The resulting frequencies are the same that would be obtained by mixing the original data with weight (1-pc) with a uniform distribution with weight pc. So pc must be between 0 (returns a copy of the original data) and 1 (returns the frequencies for the uniform distribution).

The integer q is used to specify the block size of the matrices (each block has size $(q-1)×(q-1)$).

compute_DI_gauss(J::Matrix{Float64}, C::Matrix{Float64}, q::Integer = 21) -> Matrix{Float64}

Compute the Direct Information matrix, assuming a Gaussian model.

C is the covariance matrix $C_{ij} = P_{ij} - P_i P_j$, and J its inverse.

The integer q is used to specify the block size of the matrices (each block has size $(q-1)×(q-1)$).
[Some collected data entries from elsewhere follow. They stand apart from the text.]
using UnitsNet;
using static FiberScope.Filtration.Tests.Media;

namespace FiberScope.Filtration.Tests;

/// <summary>Rolls made by the model itself, with factors that the fit must find again.</summary>
public sealed class CalibrationTests
{
    private static readonly double[] Sizes = [0.1e-6, 0.3e-6, 0.5e-6, 1e-6, 2e-6];

    [Fact]
    public void The_factors_that_made_the_rolls_are_found_again()
    {
        var fit = GradeCalibration.Fit("invented", [.. new[] { 2.5e-6, 3e-6, 3.6e-6 }.Select(d => Roll(d, 1.4, 0.3, 2e-5))]);
        Assert.Equal(1.4, fit.InhomogeneityFactor, 0.02);
        Assert.Equal(0.3, fit.BasisWeightVariation, 0.02);
        Assert.InRange(fit.OpenArea, 0, 1e-5);
        Assert.Equal(20, fit.Charge.CoulombsPerSquareMeter * 1e6, 0.5);
        Assert.InRange(fit.LeaveOneOutPenetrationError!.Value, 0, 0.01);
        Assert.InRange(fit.LeaveOneOutPressureDropError!.Value, 0, 0.01);
    }

    [Fact]
    public void The_next_forecast_uses_the_calibration_and_says_so()
    {
        var roll = Roll(3e-6, 1.4, 0.3, 2e-5);
        var fit = GradeCalibration.Fit("invented", [roll]);
        var forecast = fit.Forecast([Layer(3e-6, 0.08, 3e-4)], At(0.053, Sizes));
        Assert.Contains(forecast.Caveats, c => c.Code == "calibrated");
        Assert.Equal(roll.PressureDrop!.Value.Pascals, forecast.PressureDrop.Pascals, 0.5);
        Assert.All(forecast.Curve, c => Assert.NotNull(c.MeasurementBand));
        Assert.Contains(fit.Caveats, c => c.Code == "few-rolls");
    }

    [Fact]
    public void Holes_that_pass_large_particles_are_found_beside_unevenness()
    {
        var fit = GradeCalibration.Fit("invented", [Roll(3e-6, 1.4, 0.2, 2e-5, 2e-3)]);
        Assert.Equal(2e-3, fit.OpenArea, 3e-4);
        Assert.Equal(0.2, fit.BasisWeightVariation, 0.05);
        Assert.Equal(20, fit.Charge.CoulombsPerSquareMeter * 1e6, 1.0);
    }

    [Fact]
    public void A_charge_without_a_discharged_test_is_not_guessed()
    {
        var roll = Roll(3e-6, 1.4, 0.3, 2e-5);
        var fit = GradeCalibration.Fit("invented", [roll with { Penetrations = [.. roll.Penetrations.Where(p => !p.Discharged)] }]);
        Assert.Equal(0, fit.Charge.CoulombsPerSquareMeter);
        Assert.Contains(fit.Caveats, c => c.Code == "charge-not-separable");
    }

    [Fact]
    public void Rolls_without_any_measurement_are_refused() =>
        Assert.Throws<ArgumentException>(() => GradeCalibration.Fit("invented", [new CalibrationRoll("1", [Layer(3e-6, 0.08, 3e-4)], At(0.05), null, [])]));

    [Theory]
    [InlineData(1e-5)]
    [InlineData(6e-5)]
    public void A_pair_of_penetrations_gives_the_charge_back(double charge)
    {
        var layer = Layer(4e-6, 0.08, 3e-4);
        var charged = layer with { Charge = new FibreCharge(ElectricSurfaceChargeDensity.FromCoulombsPerSquareMeter(charge)) };
        double P(MediaLayer medium) => MediaModel.Forecast([medium], At(0.05, 3e-7)).Curve[0].Penetration;
        var found = ChargeInference.FromPair([layer], At(0.05), Length.FromNanometers(300), P(charged), P(layer));
        Assert.Equal(charge, found.Charge.SurfaceDensity.CoulombsPerSquareMeter, 1e-4 * charge);
        Assert.InRange(found.RelativeUncertainty, 0.01, 1);
    }

    [Fact]
    public void A_medium_that_passes_no_more_discharged_shows_no_charge() =>
        Assert.Contains(ChargeInference.FromPair([Layer(4e-6, 0.08, 3e-4)], At(0.05), Length.FromNanometers(300), 0.5, 0.45).Caveats, c => c.Code == "no-charge-seen");

    // d² = f(α) μ U t / Δp, so the diameter put into Davies' law comes back.
    [Fact]
    public void Effective_diameter_inverts_Davies_law()
    {
        var layer = Layer(12e-6, 0.1, 1e-3);
        var pressure = MediaModel.PressureDropAt([layer], At(0.1), Speed.FromMetersPerSecond(0.1), By(CorrelationSet.Hinds1999));
        var found = EffectiveDiameter.FromPressureDrop(pressure, Speed.FromMetersPerSecond(0.1), layer.Solidity, layer.Thickness, AirState.Standard.Properties);
        Assert.Equal(12, found.Micrometers, 1e-6);
        Assert.Empty(EffectiveDiameter.Compare(found, layer.Diameters, 0));
    }

    [Theory]
    [InlineData(18, 0.0, "flow-diameter-ropes")]
    [InlineData(14.5, 0.5, "flow-diameter-uneven")]
    [InlineData(8, 0.0, "flow-diameter-tight")]
    public void A_mismatch_of_diameters_names_its_likely_reason(double byFlow, double variation, string code) =>
        Assert.Contains(EffectiveDiameter.Compare(Length.FromMicrometers(byFlow), Layer(12e-6, 0.1, 1e-3).Diameters, 0, variation), c => c.Code == code);

    private static CalibrationRoll Roll(double fibre, double inhomogeneity, double variation, double charge, double openArea = 0)
    {
        var structure = Layer(fibre, 0.08, 3e-4);
        var bare = structure with { InhomogeneityFactor = inhomogeneity, BasisWeightVariation = variation, Holes = openArea > 0 ? [new Pinholes(Length.FromMillimeters(0.2), openArea)] : [] };
        var charged = bare with { Charge = new FibreCharge(ElectricSurfaceChargeDensity.FromCoulombsPerSquareMeter(charge)) };
        var point = At(0.053, Sizes);
        var (with, without) = (MediaModel.Forecast([charged], point), MediaModel.Forecast([bare], point));
        return new CalibrationRoll(
            FormattableString.Invariant($"roll of {fibre * 1e6} µm"),
            [structure],
            point,
            with.PressureDrop,
            [.. with.Curve.Select(c => new RigPenetration(c.Particle, c.Penetration)), .. without.Curve.Select(c => new RigPenetration(c.Particle, c.Penetration, Discharged: true))]);
    }
}
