using FiberScope.Filtration;

namespace FiberScope.Cli.Console;

/// <summary>Says forecasts in words.</summary>
internal static class ForecastText
{
    /// <summary>The forecast in one line.</summary>
    public static string OneLine(MediaForecast f) => FormattableString.Invariant(
        $"At {f.OperatingPoint.FaceVelocity.CentimetersPerSecond:G4} cm/s: pressure drop {f.PressureDrop.Pascals:G4} Pa, {WorstSize(f)}, quality factor {f.QualityFactorPerPascal:G4} 1/Pa.");

    /// <summary>Penetration at the most-penetrating size.</summary>
    public static string WorstSize(MediaForecast f) => f.MostPenetratingSize is { } size
        ? FormattableString.Invariant($"penetration {Percent(f.PenetrationAtMostPenetratingSize)} at the MPPS of {size.Micrometers:G3} µm")
        : FormattableString.Invariant($"no MPPS inside 10 nm to 2 µm, largest penetration {Percent(f.PenetrationAtMostPenetratingSize)}");

    /// <summary>A share in per cent, with digits that fit its size.</summary>
    public static string Percent(double share) => share is > 0 and < 1e-4
        ? FormattableString.Invariant($"{share * 100:0.0E0} %")
        : FormattableString.Invariant($"{share * 100:G3} %");

    /// <summary>A probability in per cent; never written as certain.</summary>
    public static string Chance(double probability) => probability switch
    {
        < 0.01 => "below 1 %",
        > 0.99 => "above 99 %",
        _ => FormattableString.Invariant($"{probability * 100:F0} %"),
    };
}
The result has one entry per block.

This function can use multiple threads if available.

compute_FN(J::Matrix{Float64}, q::Integer = 21) -> Matrix{Float64}

Compute the matrix of Frobenius norms.

J is the inverse of the covariance matrix $C_{ij} = P_{ij} - P_i P_j$.

The integer q is used to specify the block size of the matrices (each block has size $(q-1)×(q-1)$). The result has one entry per block.

This function can use multiple threads if available.